Website Spec
Well-Known URIs Recommended Updated 2026-05-29

Well-known URIs

The /.well-known/ path prefix is a standardised place to publish site-level metadata. RFC 8615 defines it; IANA keeps the registry of allowed names.

What it is

A well-known URI is a resource served from a fixed path under /.well-known/ on your origin. RFC 8615 reserves this prefix so that protocols and tools can probe a site for capabilities without guessing URLs or polluting the root namespace.

https://example.com/.well-known/change-password
https://example.com/.well-known/security.txt
https://example.com/.well-known/webfinger?resource=acct:[email protected]
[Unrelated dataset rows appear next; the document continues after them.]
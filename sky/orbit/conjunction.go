package orbit

import "math"

// A Kind is one of the two conjunctions of an orbit.
type Kind int

// The conjunctions.
const (
	Superior Kind = iota // the pulsar is behind its companion: largest Shapiro delay, eclipse
	Inferior             // the pulsar is in front
)

// String returns "superior" or "inferior".
func (k Kind) String() string {
	if k == Inferior {
		return "inferior"
	}
	return "superior"
}

func (k Kind) longitudeTurns() float64 {
	if k == Inferior {
		return 0.75
	}
	return 0.25
}

// Conjunctions returns the instants of one kind of conjunction from fromMJD to toMJD, both included,
// in order, orbit time. The list is as long as the span asks for: span/PeriodDays.
//
//	ω0 + (1+k) A = 90° + 360° n   (superior; 270° inferior), then A → E → M → t
//
// Returns: nothing when toMJD is before fromMJD, when either is beyond ±1e7 (27,000 years), or when the elements
// mean nothing at either (see Meaningful)
// Source:  Damour & Deruelle 1986, Ann. Inst. H. Poincaré 44, 263
// Checked: TestConjunctions, TestConjunctionsAgainstScan
func (o Orbit) Conjunctions(kind Kind, fromMJD, toMJD float64) []float64 {
	if !(toMJD >= fromMJD) || math.Abs(fromMJD) > 1e7 || math.Abs(toMJD) > 1e7 || !o.Meaningful(fromMJD) || !o.Meaningful(toMJD) {
		return nil
	}
	var times []float64
	// Starting one early costs nothing and forgives rounding at the edge.
	first := math.Ceil(o.longitudeTurns(fromMJD)-kind.longitudeTurns()) - 1
	most := 4 + 4*(toMJD-fromMJD)/o.PeriodDays // a series that runs to and fro between the ends has an end too
	for n := first; n <= first+most; n++ {
		t, ok := o.conjunction(kind, n)
		if !ok || t > toMJD {
			return times
		}
		if t >= fromMJD {
			times = append(times, t)
		}
	}
	return times
}

// conjunction returns the instant at which the true longitude has made n whole turns and stands at
// the conjunction.
func (o *Orbit) conjunction(kind Kind, n float64) (mjd float64, ok bool) {
	anomaly := (kind.longitudeTurns() + n - o.om/turn) / (1 + o.advance)
	return o.whenMeanAnomaly(meanFromTrue(anomaly, o.Eccentricity))
}

// nearest returns the conjunction nearest to an instant.
func (o *Orbit) nearest(kind Kind, mjd float64) (float64, bool) {
	n := math.Round(o.longitudeTurns(mjd) - kind.longitudeTurns())
	best, found := 0.0, false
	for d := -1.0; d <= 1; d++ {
		t, ok := o.conjunction(kind, n+d)
		if ok && (!found || math.Abs(t-mjd) < math.Abs(best-mjd)) {
			best, found = t, true
		}
	}
	return best, found
}

// ConjunctionPhase returns the phase (from the ascending node) at which the conjunction nearest to an
// instant happens: 0.25 or 0.75 in a circular orbit, elsewhere in an eccentric one, and moving with
// the advance of periastron.
func (o Orbit) ConjunctionPhase(kind Kind, mjd float64) float64 {
	t, ok := o.nearest(kind, mjd)
	if !ok {
		return kind.longitudeTurns()
	}
	return o.Phase(t)
}
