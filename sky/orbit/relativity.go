package orbit

import "math"

// DecayFromSeries returns dPb/dt from an orbital frequency and its derivative.
//
//	Ṗb = −f1/f0²
//
// Checked: TestDecayFromSeries
func DecayFromSeries(f0Hz, f1HzPerS float64) float64 { return -f1HzPerS / (f0Hz * f0Hz) }

// AdvanceGR returns the advance of periastron that general relativity predicts, deg/yr.
//
//	ω̇ = 3 n^(5/3) (T M)^(2/3)/(1−e²),  n = 2π/Pb, M the total mass
//
// Source:  Damour & Deruelle 1986
// Checked: TestGeneralRelativity
func AdvanceGR(pulsarMsun, companionMsun, periodDays, e float64) float64 {
	n := turn / (periodDays * secPerDay)
	rate := 3 * math.Pow(n, 5.0/3) * math.Pow(SunSec*(pulsarMsun+companionMsun), 2.0/3) / (1 - e*e)
	return rate / degToRad * daysPerYear * secPerDay
}

// DecayGR returns the orbital decay dPb/dt by gravitational radiation, s/s.
//
//	Ṗb = −(192π/5)(n T)^(5/3) f(e) m₁ m₂ M^(−1/3),  f = (1 + 73e²/24 + 37e⁴/96)/(1−e²)^(7/2)
//
// Source:  Peters 1964, Phys. Rev. 136, B1224
// Checked: TestGeneralRelativity
func DecayGR(pulsarMsun, companionMsun, periodDays, e float64) float64 {
	n := turn / (periodDays * secPerDay)
	e2 := e * e
	f := (1 + 73.0/24*e2 + 37.0/96*e2*e2) / math.Pow(1-e2, 3.5)
	return -192 * math.Pi / 5 * math.Pow(n*SunSec, 5.0/3) * f * pulsarMsun * companionMsun / math.Cbrt(pulsarMsun+companionMsun)
}

// EinsteinSec returns the amplitude of the Einstein delay, seconds.
//
//	γ = e n^(−1/3) T^(2/3) M^(−4/3) m₂ (m₁ + 2 m₂)
//
// Source:  Damour & Deruelle 1986
// Checked: TestGeneralRelativity
func EinsteinSec(pulsarMsun, companionMsun, periodDays, e float64) float64 {
	n := turn / (periodDays * secPerDay)
	m := pulsarMsun + companionMsun
	return e * math.Pow(SunSec, 2.0/3) / math.Cbrt(n) / math.Pow(m, 4.0/3) * companionMsun * (pulsarMsun + 2*companionMsun)
}

// EinsteinGR returns the amplitude of the Einstein delay that general relativity predicts for the orbit from the
// companion's mass and the inclination, seconds: the pulsar's mass follows from the size of the orbit.
//
// Returns: 0 where mass or inclination is not known (0), or where they leave the pulsar no mass
// Checked: TestEinsteinFromTheOrbit
func (o Orbit) EinsteinGR(companionMsun, sinI float64) float64 {
	pulsar := PulsarMsun(MassFunctionMsun(o.SemimajorLs, o.PeriodDays), companionMsun, sinI)
	if !(pulsar > 0) || math.IsInf(pulsar, 0) {
		return 0
	}
	return EinsteinSec(pulsar, companionMsun, o.PeriodDays, o.Eccentricity)
}

// LargestEinsteinSec is the largest amplitude of the Einstein delay, seconds, that is taken for possible in an orbit: that of a
// companion of 100 solar masses.
func LargestEinsteinSec(periodDays, e float64) float64 { return EinsteinSec(1.4, 100, periodDays, e) }

// MassFunctionMsun returns (m₂ sin i)³/M² from the size and period of the orbit.
//
//	4π² x³/(T Pb²)
//
// Checked: TestMassFunction
func MassFunctionMsun(semimajorLs, periodDays float64) float64 {
	n := turn / (periodDays * secPerDay)
	return n * n * semimajorLs * semimajorLs * semimajorLs / SunSec
}

// PulsarMsun returns the pulsar's mass from the companion's and the inclination.
//
//	m₁ = √[(m₂ sin i)³/f] − m₂
//
// Given:   a mass function > 0, companionMsun ≥ 0, 0 ≤ sinI ≤ 1
// Returns: below 0 where the three contradict one another: the orbit is too large for such a companion
// Checked: TestEinsteinFromTheOrbit
func PulsarMsun(massFunctionMsun, companionMsun, sinI float64) float64 {
	return math.Sqrt(math.Pow(companionMsun*sinI, 3)/massFunctionMsun) - companionMsun
}

// CompanionMsun returns the companion's mass for a pulsar of given mass and an inclination of which
// the sine is given: the minimum mass with sinI = 1.
//
// Given:   a mass function ≥ 0, pulsarMsun > 0, 0 < sinI ≤ 1
// Returns: the root of (m₂ sin i)³ = f (m₁+m₂)², by bisection on a function that grows
// Checked: TestMassFunction
func CompanionMsun(massFunctionMsun, pulsarMsun, sinI float64) float64 {
	over := func(m float64) bool {
		return math.Pow(m*sinI, 3) > massFunctionMsun*square(pulsarMsun+m)
	}
	if !(massFunctionMsun > 0) || !(sinI > 0) {
		return 0
	}
	low, high := 0.0, 1.0
	for !over(high) && high < 1e9 {
		low, high = high, 2*high
	}
	for range 60 {
		if mid := (low + high) / 2; over(mid) {
			high = mid
		} else {
			low = mid
		}
	}
	return (low + high) / 2
}
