package orbit

import "math"

// SunSec is G M_sun/c³, the mass of the Sun as a time, seconds.
const SunSec = 4.925490947e-6

// RoemerSec returns the light time across the orbit along the line of sight, in seconds: positive when
// the pulsar is on the far side.
//
//	x [ (cos E − e) sin ω + √(1−e²) sin E cos ω ]
//
// Given:    mjd, orbit time
// Neglects: the relativistic deformation of the orbit, below 50 µs
// Source:   Blandford & Teukolsky 1976, ApJ 205, 580; ω as Damour & Deruelle 1986
// Checked:  TestRoemer
func (o Orbit) RoemerSec(mjd float64) float64 {
	sinE, cosE, sinO, cosO := o.angles(mjd)
	e := o.Eccentricity
	return o.SemimajorLs * ((cosE-e)*sinO + math.Sqrt(1-e*e)*sinE*cosO)
}

// angles returns sine and cosine of the eccentric anomaly and of the longitude of periastron.
func (o *Orbit) angles(mjd float64) (sinE, cosE, sinO, cosO float64) {
	m := o.meanAnomaly(mjd)
	whole := math.Round(m)
	eccentric := EccentricAnomaly((m-whole)*turn, o.Eccentricity)
	sinE, cosE = math.Sincos(eccentric)
	om := o.om
	if o.advance != 0 {
		om += o.advance * (whole*turn + trueAnomaly(eccentric, o.Eccentricity))
	}
	sinO, cosO = math.Sincos(om)
	return sinE, cosE, sinO, cosO
}

// ShapiroSec returns the delay of the pulses in the companion's gravity, in seconds.
//
//	−2 r ln{ 1 − e cos E − s [ sin ω (cos E − e) + √(1−e²) cos ω sin E ] },  r = G m₂/c³, s = sin i
//
// Given:   companionMsun ≥ 0; sinI within 0..1, below 1 unless the pulsar passes exactly behind
// Returns: 0 when the mass or sin i is 0
// Source:  Damour & Deruelle 1986, Ann. Inst. H. Poincaré 44, 263
// Checked: TestShapiro
func (o Orbit) ShapiroSec(mjd, companionMsun, sinI float64) float64 {
	sinE, cosE, sinO, cosO := o.angles(mjd)
	e := o.Eccentricity
	arg := 1 - e*cosE - sinI*(sinO*(cosE-e)+math.Sqrt(1-e*e)*cosO*sinE)
	// A grazing ray with sin i = 1 would be delayed for ever; it hits the companion instead.
	return -2 * companionMsun * SunSec * math.Log(math.Max(arg, 1e-12))
}

// ToObservatory returns when something that leaves the pulsar at an instant of orbit time is seen at
// the telescope, TDB.
//
//	t = t_orbit + x(…) − (r·n)/c
//
// Given:    earthRoemerSec = (r·n)/c: the telescope's barycentric position along the direction to the
// source, seconds, positive when the Earth is nearer to the source than the barycentre (±505)
// Neglects: dispersion (0.02 to 1 s) and the Sun's Shapiro delay (0.1 ms)
// Source:   Edwards, Hobbs & Manchester 2006, MNRAS 372, 1549
// Checked:  TestToObservatory
func (o Orbit) ToObservatory(mjd, earthRoemerSec float64) float64 {
	return mjd + (o.RoemerSec(mjd)-earthRoemerSec)/secPerDay
}

// FromObservatory is the way back: the orbit time that is seen at the telescope at an instant (TDB).
func (o Orbit) FromObservatory(mjdTDB, earthRoemerSec float64) float64 {
	arrival := mjdTDB + earthRoemerSec/secPerDay
	mjd := arrival
	// The orbit moves at less than a tenth of the speed of light: every pass gains at least a digit.
	for range 16 {
		next := arrival - o.RoemerSec(mjd)/secPerDay
		if math.Abs(next-mjd) < 1e-12 {
			return next
		}
		mjd = next
	}
	return mjd
}
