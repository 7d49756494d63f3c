// Package orbit says where in its orbit a binary pulsar is: orbital phases, conjunctions, eclipses,
// the light time across the orbit, and how far a predicted conjunction may be trusted.
//
// Most readers need New, Orbit.Phase, Orbit.Conjunctions, Orbit.EclipseSpans, Orbit.ToObservatory
// and Orbit.ConjunctionError.
//
// Conventions. Angles and longitudes are those of the pulsar's own orbit and count from its ascending
// node, where it recedes fastest. "Phase" is the mean orbital longitude in turns, from the ascending
// node, 0 ≤ phase < 1: it runs evenly with time. In a circular orbit superior conjunction (the pulsar
// behind its companion) is at phase 0.25 and inferior conjunction at 0.75; in an eccentric orbit they
// are where the true longitude is 90° and 270°, and ConjunctionPhase says which phase that is.
// Phases counted from periastron are only given by calls that say so.
//
// Times are modified Julian dates in TDB at the solar-system barycentre with the orbit's own light
// time taken off, the time in which published epochs of orbits are given ("orbit time" below). A day
// number in a float64 is good to 0.6 µs. ToObservatory and FromObservatory change to the arrival at
// the telescope.
package orbit

import (
	"errors"
	"fmt"
	"math"
)

const (
	secPerDay   = 86400
	daysPerYear = 365.25 // Julian year
	turn        = 2 * math.Pi
	degToRad    = math.Pi / 180
)

// largestSpeed is the largest orbital speed, in units of that of light, New believes. The fastest
// known binary pulsars move at about 0.002; beyond 0.1 days and seconds have been mixed up.
const largestSpeed = 0.1

// largestDecay is the largest |dPb/dt|. Published values stay below 1e-10; tables often print them
// in units of 1e-12, and a number above this limit is one of those.
const largestDecay = 1e-7

// Elements are the orbital elements of an ephemeris. Exactly one of the two epochs is set (not 0).
// Exactly one of PeriodDays and FrequencySeries is set.
type Elements struct {
	PeriodDays       float64 // at the epoch; node to node with AscendingNodeMJD, periastron to periastron with PeriastronMJD
	AscendingNodeMJD float64 // instant of mean orbital longitude 0, orbit time
	PeriastronMJD    float64 // orbit time
	SemimajorLs      float64 // of the pulsar's orbit times sin i, light-seconds, ≥ 0
	Eccentricity     float64 // 0 ≤ e < 1
	PeriastronDeg    float64 // longitude of periastron at the epoch
	AdvanceDegPerYr  float64 // of periastron
	Decay            float64 // dPb/dt, s/s; must be 0 with FrequencySeries

	// FrequencySeries is the orbital frequency at the epoch and its time derivatives: Hz, Hz/s, Hz/s² …
	FrequencySeries []float64
}

// An Orbit answers questions about Elements that New has checked. Its zero value is of no use.
// It may be copied, and shared between goroutines.
type Orbit struct {
	Elements

	epoch   float64 // MJD
	advance float64 // k: turns of periastron per turn of true anomaly
	om      float64 // longitude of periastron when the mean anomaly is 0, rad
	series  []float64
	node    bool
}

// New checks the elements. Every fault is reported, joined, each naming the element. With a
// FrequencySeries the orbit's PeriodDays and Decay are filled in from it.
func New(el Elements) (Orbit, error) {
	if err := check(el); err != nil {
		return Orbit{}, err
	}
	o := Orbit{Elements: el, epoch: el.PeriastronMJD}
	if len(el.FrequencySeries) > 0 {
		o.series = append([]float64(nil), el.FrequencySeries...)
		o.PeriodDays = 1 / (el.FrequencySeries[0] * secPerDay)
		if len(el.FrequencySeries) > 1 {
			o.Decay = DecayFromSeries(el.FrequencySeries[0], el.FrequencySeries[1])
		}
	}
	o.om = el.PeriastronDeg * degToRad
	perTurn := el.AdvanceDegPerYr / (360 * daysPerYear) * o.PeriodDays
	o.advance = perTurn
	if el.AscendingNodeMJD != 0 {
		o.node, o.epoch = true, el.AscendingNodeMJD
		// A node-to-node period P gives k = q P (1+k), q the rate of the advance in turns per day.
		o.advance = perTurn / (1 - perTurn)
		// Between the node and periastron the longitude of periastron advances too.
		o.om *= 1 + o.advance
	}
	if v := o.largestSpeed(); v > largestSpeed {
		return Orbit{}, fmt.Errorf("orbit: found semimajor axis %g ls with period %g d, which moves the pulsar at %.3g of the speed of light; accepted up to %g",
			el.SemimajorLs, o.PeriodDays, v, largestSpeed)
	}
	return o, nil
}

func check(el Elements) error {
	var faults []error
	fault := func(format string, args ...any) { faults = append(faults, fmt.Errorf(format, args...)) }
	for _, f := range []struct {
		name  string
		value float64
	}{
		{"period", el.PeriodDays}, {"ascending node", el.AscendingNodeMJD}, {"periastron epoch", el.PeriastronMJD},
		{"semimajor axis", el.SemimajorLs}, {"eccentricity", el.Eccentricity}, {"longitude of periastron", el.PeriastronDeg},
		{"advance of periastron", el.AdvanceDegPerYr}, {"decay", el.Decay},
	} {
		if math.IsNaN(f.value) || math.IsInf(f.value, 0) {
			fault("%s: found %g; accepted a finite number", f.name, f.value)
		}
	}
	for i, f := range el.FrequencySeries {
		if math.IsNaN(f) || math.IsInf(f, 0) {
			fault("frequency series: found %g as term %d; accepted a finite number", f, i)
		}
	}
	if faults != nil {
		return errors.Join(faults...)
	}
	switch {
	case el.AscendingNodeMJD == 0 && el.PeriastronMJD == 0:
		fault("epoch: found none; accepted the ascending node or periastron, as a modified Julian date")
	case el.AscendingNodeMJD != 0 && el.PeriastronMJD != 0:
		fault("epoch: found both the ascending node and periastron; accepted one of them")
	}
	switch n := len(el.FrequencySeries); {
	case n == 0 && el.PeriodDays <= 0:
		fault("period: found %g d; accepted above 0", el.PeriodDays)
	case n > 0 && el.PeriodDays != 0:
		fault("period: found %g d beside a frequency series; accepted one of them", el.PeriodDays)
	case n > 0 && el.FrequencySeries[0] <= 0:
		fault("frequency series: found %g Hz; accepted above 0", el.FrequencySeries[0])
	case n > 0 && el.Decay != 0:
		fault("decay: found %g beside a frequency series, whose second term says it; accepted one of them", el.Decay)
	}
	if el.Eccentricity < 0 || el.Eccentricity >= 1 {
		fault("eccentricity: found %g; accepted from 0 to below 1", el.Eccentricity)
	}
	if el.SemimajorLs < 0 {
		fault("semimajor axis: found %g ls; accepted 0 or more", el.SemimajorLs)
	}
	if math.Abs(el.Decay) > largestDecay {
		fault("decay: found %g s/s; accepted within ±%g\n(tables often print it in units of 1e-12)", el.Decay, largestDecay)
	}
	if perTurn := el.AdvanceDegPerYr * el.PeriodDays / (360 * daysPerYear); math.Abs(perTurn) > 0.1 {
		fault("advance of periastron: found %g deg/yr, %.2g turns an orbit; accepted below 0.1 turns an orbit", el.AdvanceDegPerYr, perTurn)
	}
	return errors.Join(faults...)
}

// largestSpeed is the line-of-sight speed at periastron, in units of that of light: the amplitude
// 2π x/(Pb √(1−e²)) times 1+e.
func (o Orbit) largestSpeed() float64 {
	e := o.Eccentricity
	return turn * o.SemimajorLs / (o.PeriodDays * secPerDay) * math.Sqrt((1+e)/(1-e))
}

// EpochMJD is the epoch the elements are counted from, node or periastron.
func (o Orbit) EpochMJD() float64 { return o.epoch }

// elapsed returns the orbits since the epoch, of the kind the period counts.
//
//	N = dt/Pb − ½ Ṗb (dt/Pb)²        or        N = f0 dt + f1 dt²/2 + f2 dt³/6 + …
//
// Given:   mjd, orbit time
// Returns: turns, negative before the epoch
// Source:  Damour & Deruelle 1986, Ann. Inst. H. Poincaré 44, 263
// Checked: TestOrbitsElapsed, TestEpochToEpoch
func (o *Orbit) elapsed(mjd float64) float64 {
	dt := mjd - o.epoch
	if o.series == nil {
		n := dt / o.PeriodDays
		return n - 0.5*o.Decay*n*n
	}
	dt *= secPerDay
	n := 0.0
	for i := len(o.series) - 1; i >= 0; i-- { // Horner's scheme on dt/1 (f0 + dt/2 (f1 + dt/3 (f2 …
		n = (n + o.series[i]) * dt / float64(i+1)
	}
	return n
}

// rate is the derivative of elapsed, turns per day.
func (o *Orbit) rate(mjd float64) float64 {
	dt := mjd - o.epoch
	if o.series == nil {
		return (1 - o.Decay*dt/o.PeriodDays) / o.PeriodDays
	}
	dt *= secPerDay
	f := 0.0
	for i := len(o.series) - 1; i >= 1; i-- {
		f = (f + o.series[i]) * dt / float64(i)
	}
	return (f + o.series[0]) * secPerDay
}

// Meaningful reports whether the elements say anything at an instant: whether the orbit still runs at between half
// and twice the rate that it has at the epoch. A frequency series is a fit to its data and runs away beyond them.
func (o Orbit) Meaningful(mjd float64) bool {
	r := o.rate(mjd) * o.PeriodDays
	return r > 0.5 && r < 2
}

// whenElapsed is the inverse of elapsed, by Newton's method. The second result is false where the
// series has run backwards or nowhere: so far from the epoch that it means nothing.
func (o *Orbit) whenElapsed(turns float64) (mjd float64, ok bool) {
	mjd = o.epoch + turns*o.PeriodDays
	for range 30 {
		r := o.rate(mjd)
		if !(r > 0) {
			return 0, false
		}
		step := (turns - o.elapsed(mjd)) / r
		mjd += step
		if math.Abs(step) <= 1e-11+1e-16*math.Abs(mjd) {
			return mjd, true
		}
	}
	return mjd, math.Abs(o.elapsed(mjd)-turns) < 1e-6
}

// meanAnomaly returns the mean anomaly in turns, whole turns kept.
func (o *Orbit) meanAnomaly(mjd float64) float64 {
	_, anomaly := o.Means(mjd)
	return anomaly
}

// whenMeanAnomaly is the inverse of meanAnomaly.
func (o *Orbit) whenMeanAnomaly(turns float64) (mjd float64, ok bool) {
	if o.node {
		turns = turns*(1+o.advance) + o.om/turn
	}
	return o.whenElapsed(turns)
}

// Phase returns the orbital phase from the ascending node, 0 ≤ phase < 1: the mean orbital longitude
// in turns, so that it runs evenly with time.
//
// Given:    mjd, orbit time
// Returns:  turns
// Neglects: with mjd the barycentric arrival instead of orbit time, up to SemimajorLs: 1.5e-5 turns
// for an orbit of 11 ls in 8.7 d
func (o Orbit) Phase(mjd float64) float64 {
	longitude, _ := o.Means(mjd)
	return fraction(longitude)
}

// Means returns the mean orbital longitude and the mean anomaly in turns, whole turns kept: Phase and
// PhasePeriastron without their whole turns taken off. Their difference is the longitude of periastron in the
// mean. It is the call for inner loops.
func (o *Orbit) Means(mjd float64) (longitude, anomaly float64) {
	n := o.elapsed(mjd)
	if o.node {
		return n, (n - o.om/turn) / (1 + o.advance)
	}
	return o.om/turn + (1+o.advance)*n, n
}

// PhasePeriastron returns the mean anomaly in turns: the phase counted from periastron, 0 ≤ phase < 1.
func (o Orbit) PhasePeriastron(mjd float64) float64 { return fraction(o.meanAnomaly(mjd)) }

// LongitudeDeg returns the true orbital longitude, counted from the ascending node, 0 ≤ θ < 360:
// 90 at superior conjunction, 270 at inferior.
func (o Orbit) LongitudeDeg(mjd float64) float64 { return 360 * fraction(o.longitudeTurns(mjd)) }

// PeriastronDegAt returns the longitude of periastron at an instant, 0 ≤ ω < 360.
//
//	ω = ω0 + k A,  k = ω̇ Pb/(360 · 365.25),  A the true anomaly with whole turns kept
//
// Source:  Damour & Deruelle 1986
// Checked: TestPeriastronAdvances
func (o Orbit) PeriastronDegAt(mjd float64) float64 {
	return 360 * fraction((o.om+o.advance*turn*o.trueAnomalyTurns(mjd))/turn)
}

// trueAnomalyTurns returns the true anomaly with whole turns kept.
func (o *Orbit) trueAnomalyTurns(mjd float64) float64 {
	m := o.meanAnomaly(mjd)
	whole := math.Round(m)
	return whole + trueAnomaly(EccentricAnomaly((m-whole)*turn, o.Eccentricity), o.Eccentricity)/turn
}

func (o *Orbit) longitudeTurns(mjd float64) float64 {
	return o.om/turn + (1+o.advance)*o.trueAnomalyTurns(mjd)
}

// fraction returns x − floor(x), below 1 also where rounding would make it 1.
func fraction(x float64) float64 {
	f := x - math.Floor(x)
	if f >= 1 {
		return 0
	}
	return f
}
The names allowed under /.well-known/ are not arbitrary. IANA maintains a public registry; new names go through a review process. If you publish at a name that is not registered, you are claiming a path that may later be assigned to someone else.

Why it matters

  • Discoverability. Clients, browsers, password managers, federated servers, mobile operating systems and crawlers know exactly where to look. They do not need configuration per site.
  • Interoperability. Standardised paths are what let Mastodon, Apple, Google, OpenID Connect, ACME (Let’s Encrypt) and others work across millions of sites without coordination.
  • Stability. The reserved prefix keeps protocol metadata out of the way of your application’s routing. You will not accidentally collide with /security.txt if it lives under /.well-known/.

How to implement

  • Serve the resource over HTTPS on the canonical host.
  • Use the exact path and filename the spec defines. Case matters on most servers.
  • Set the correct Content-Type (often application/json, sometimes plain text or JSON variants like application/jrd+json).
  • Return HTTP 200 with the body, or follow the spec where it allows a redirect (for example, change-password).
  • Allow your CDN, firewall and authentication middleware to pass through. A well-known URI behind a login wall is invisible.
  • Do not invent new names. If you need a new well-known URI, register it via the IETF process described in RFC 8615 §3.

Common mistakes

  • Publishing under /well-known/ (no leading dot). The spec requires /.well-known/.
  • Serving the file with Content-Type: text/html because a framework wrapped it.
  • Requiring authentication, blocking by user-agent, or rate-limiting probes so aggressively that legitimate clients fail.
  • Using a name not in the IANA registry. Custom names belong elsewhere.

Verification

  • curl -I https://example.com/.well-known/<name> should return 200 and the correct content type.
  • Confirm the name appears in the IANA registry.
  • Probe from a network outside your own to catch firewall and WAF rules.